#### [What to produce]
Starting with the line that mentions "var workers sync.WaitGroup", repeat each line verbatim until the entries end, both ends included.

━━━━━━━━

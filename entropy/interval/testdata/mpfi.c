/* Ranges of operations with the MPFI library. Records of eight native doubles
   are read from standard input: the number of the operation, an integer
   parameter, and the bounds of three operands inside the domain. For each, two
   doubles are written: bounds of the range, rounded outward from 200 bits.
   Powers, roots and the error function are not in MPFI: there MPFR rounds the
   values at the ends in the two directions. */
#include <mpfi.h>
#include <mpfi_io.h>
#include <stdio.h>

enum { ADD, SUB, MUL, DIV, SQR, SQRT, FMA, POWN, POW, ROOTN, CBRT, ABS, EXP,
       LOG, SIN, COS, TAN, SINH, COSH, TANH, ATAN, ERF, POWRAT, RECIP };

static void nth_root(mpfi_t r, mpfi_t x, unsigned long n)
{
  /* monotone, directed by MPFR at each end */
  mpfr_rootn_ui(&r->left, &x->left, n, MPFR_RNDD);
  mpfr_rootn_ui(&r->right, &x->right, n, MPFR_RNDU);
}

/* 1/x where one end of x may be zero */
static void invert(mpfi_t r, mpfi_t x)
{
  int lo = mpfr_sgn(&x->left), hi = mpfr_sgn(&x->right);
  if (lo < 0 && hi > 0) { mpfr_set_inf(&r->left, -1); mpfr_set_inf(&r->right, 1); return; }
  mpfr_t t;
  mpfr_init2(t, 200);
  if (hi == 0) mpfr_set_inf(t, -1); else mpfr_ui_div(t, 1, &x->right, MPFR_RNDD);
  if (lo == 0) mpfr_set_inf(&r->right, 1); else mpfr_ui_div(&r->right, 1, &x->left, MPFR_RNDU);
  mpfr_set(&r->left, t, MPFR_RNDD);
  mpfr_clear(t);
}

static void divide(mpfi_t r, mpfi_t x, mpfi_t y)
{
  int lo = mpfr_sgn(&y->left), hi = mpfr_sgn(&y->right);
  if (lo * hi > 0) { mpfi_div(r, x, y); return; }
  if (mpfi_is_zero(x)) { mpfi_set_ui(r, 0); return; }
  /* towards a zero of y the quotient grows beyond all bounds */
  int up = mpfr_sgn(&x->right) > 0, down = mpfr_sgn(&x->left) < 0;
  if (lo < 0 && hi > 0) up = down = 1;
  else if (lo == 0) mpfi_div_fr(r, x, &y->right);
  else { int t = up; up = down; down = t; mpfi_div_fr(r, x, &y->left); }
  if (up) mpfr_set_inf(&r->right, 1);
  if (down) mpfr_set_inf(&r->left, -1);
}

static void power(mpfi_t r, mpfi_t x, long n)
{
  unsigned long m = n < 0 ? -n : n;
  if (m % 2 == 0) mpfi_abs(x, x);
  mpfr_pow_ui(&r->left, &x->left, m, MPFR_RNDD);
  mpfr_pow_ui(&r->right, &x->right, m, MPFR_RNDU);
  if (n < 0) { mpfi_set(x, r); invert(r, x); }
}

/* x^y for x >= 0: extremes at the corners of the box */
static void real_power(mpfi_t r, mpfi_t x, mpfi_t y)
{
  mpfr_ptr xs[2] = {&x->left, &x->right}, ys[2] = {&y->left, &y->right};
  mpfr_t t;
  mpfr_init2(t, 200);
  mpfr_set_inf(&r->left, 1);
  mpfr_set_inf(&r->right, -1);
  for (int i = 0; i < 2; i++)
    for (int j = 0; j < 2; j++) {
      mpfr_pow(t, xs[i], ys[j], MPFR_RNDD);
      mpfr_min(&r->left, &r->left, t, MPFR_RNDD);
      mpfr_pow(t, xs[i], ys[j], MPFR_RNDU);
      mpfr_max(&r->right, &r->right, t, MPFR_RNDU);
    }
  mpfr_clear(t);
}

int main(void)
{
  double in[8], out[2];
  mpfi_t x, y, z, r;
  mpfi_init2(x, 200); mpfi_init2(y, 200); mpfi_init2(z, 200); mpfi_init2(r, 200);
  while (fread(in, sizeof *in, 8, stdin) == 8) {
    int op = (int)in[0];
    long n = (long)in[1];
    mpfi_interv_d(x, in[2], in[3]);
    mpfi_interv_d(y, in[4], in[5]);
    mpfi_interv_d(z, in[6], in[7]);
    switch (op) {
    case ADD: mpfi_add(r, x, y); break;
    case SUB: mpfi_sub(r, x, y); break;
    case MUL: mpfi_mul(r, x, y); break;
    case DIV: divide(r, x, y); break;
    case RECIP: invert(r, x); break;
    case SQR: mpfi_sqr(r, x); break;
    case SQRT: mpfi_sqrt(r, x); break;
    case FMA:
      mpfi_set_prec(r, 4500); mpfi_mul(r, x, y); mpfi_add(r, r, z); break;
    case POWN: power(r, x, n); break;
    case ROOTN: nth_root(r, x, (unsigned long)n); break;
    case CBRT: mpfi_cbrt(r, x); break;
    case ABS: mpfi_abs(r, x); break;
    case EXP: mpfi_exp(r, x); break;
    case LOG: mpfi_log(r, x); break;
    case SIN: mpfi_sin(r, x); break;
    case COS: mpfi_cos(r, x); break;
    case TAN: mpfi_tan(r, x); break;
    case SINH: mpfi_sinh(r, x); break;
    case COSH: mpfi_cosh(r, x); break;
    case TANH: mpfi_tanh(r, x); break;
    case ATAN: mpfi_atan(r, x); break;
    case ERF: /* not in MPFI: increasing, MPFR at each end */
      mpfr_erf(&r->left, &x->left, MPFR_RNDD);
      mpfr_erf(&r->right, &x->right, MPFR_RNDU);
      break;
    case POW: real_power(r, x, y); break;
    case POWRAT: mpfi_set_si(z, n); mpfi_div(z, z, y); real_power(r, x, z); break;
    default: return 2;
    }
    /* the range to two doubles, outward */
    out[0] = mpfr_get_d(&r->left, MPFR_RNDD);
    out[1] = mpfr_get_d(&r->right, MPFR_RNDU);
    if (op == FMA) mpfi_set_prec(r, 200);
    if (fwrite(out, sizeof *out, 2, stdout) != 2) return 1;
  }
  return 0;
}
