package limits

import (
	"errors"
	"sync"

	"creaseproof/quadrature/limit"
)

// integral is what came of one eps.
type integral struct {
	energy limit.Energy
	err    error
	done   bool
	panic  any
}

var errPanic = errors.New("a failure of the program")

// energies integrates the problem at every eps, several at once, each with a
// problem of its own. After an error no further eps is begun; what is not done
// comes after it.
func (r *reader) energies(p *limit.Problem, eps []float64, jobs int) []integral {
	out := make([]integral, len(eps))
	if jobs <= 1 || len(eps) == 1 {
		for i := range eps {
			if out[i] = r.integral(&p, eps[i]); out[i].err != nil {
				break
			}
		}
		return out
	}
	next := make(chan int)
	stop := make(chan struct{})
	var once sync.Once
	var workers sync.WaitGroup
	for range min(jobs, len(eps)) {
		workers.Go(func() {
			var own *limit.Problem
			for i := range next {
				out[i] = r.integral(&own, eps[i])
				if out[i].err != nil {
					once.Do(func() { close(stop) })
				}
			}
		})
	}
	func() {
		defer close(next)
		for i := range eps {
			select {
			case next <- i:
			case <-stop:
				return
			}
		}
	}()
	workers.Wait()
	for _, x := range out {
		if x.panic != nil {
			panic(x.panic) // in the goroutine of the caller
		}
	}
	return out
}

// integral integrates at one eps, and makes the problem if there is none yet. A
// panic is kept for the goroutine of the caller.
func (r *reader) integral(p **limit.Problem, eps float64) (x integral) {
	defer func() {
		if e := recover(); e != nil {
			x.panic, x.done, x.err = e, true, errPanic
		}
	}()
	x.done = true
	if *p == nil {
		if *p, x.err = r.problem(); x.err != nil {
			*p = nil
			return x
		}
	}
	x.energy, x.err = (*p).Integrate(r.ctx, eps)
	return x
}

━━━━━━━━

#### [Task response]
	var workers sync.WaitGroup
	for range min(jobs, len(eps)) {
		workers.Go(func() {
			var own *limit.Problem
			for i := range next {
				out[i] = r.integral(&own, eps[i])
				if out[i].err != nil {
					once.Do(func() { close(stop) })
				}
			}
		})
	}
	func() {
		defer close(next)
		for i := range eps {
			select {
			case next <- i:
			case <-stop:
				return
			}
		}
	}()
	workers.Wait()
	for _, x := range out {
		if x.panic != nil {
			panic(x.panic) // in the goroutine of the caller
		}
	}
	return out
}

// integral integrates at one eps, and makes the problem if there is none yet. A
// panic is kept for the goroutine of the caller.
func (r *reader) integral(p **limit.Problem, eps float64) (x integral) {
	defer func() {
		if e := recover(); e != nil {
			x.panic, x.done, x.err = e, true, errPanic
		}
	}()
	x.done = true
	if *p == nil {
		if *p, x.err = r.problem(); x.err != nil {
			*p = nil
			return x
		}
	}
	x.energy, x.err = (*p).Integrate(r.ctx, eps)
	return x
}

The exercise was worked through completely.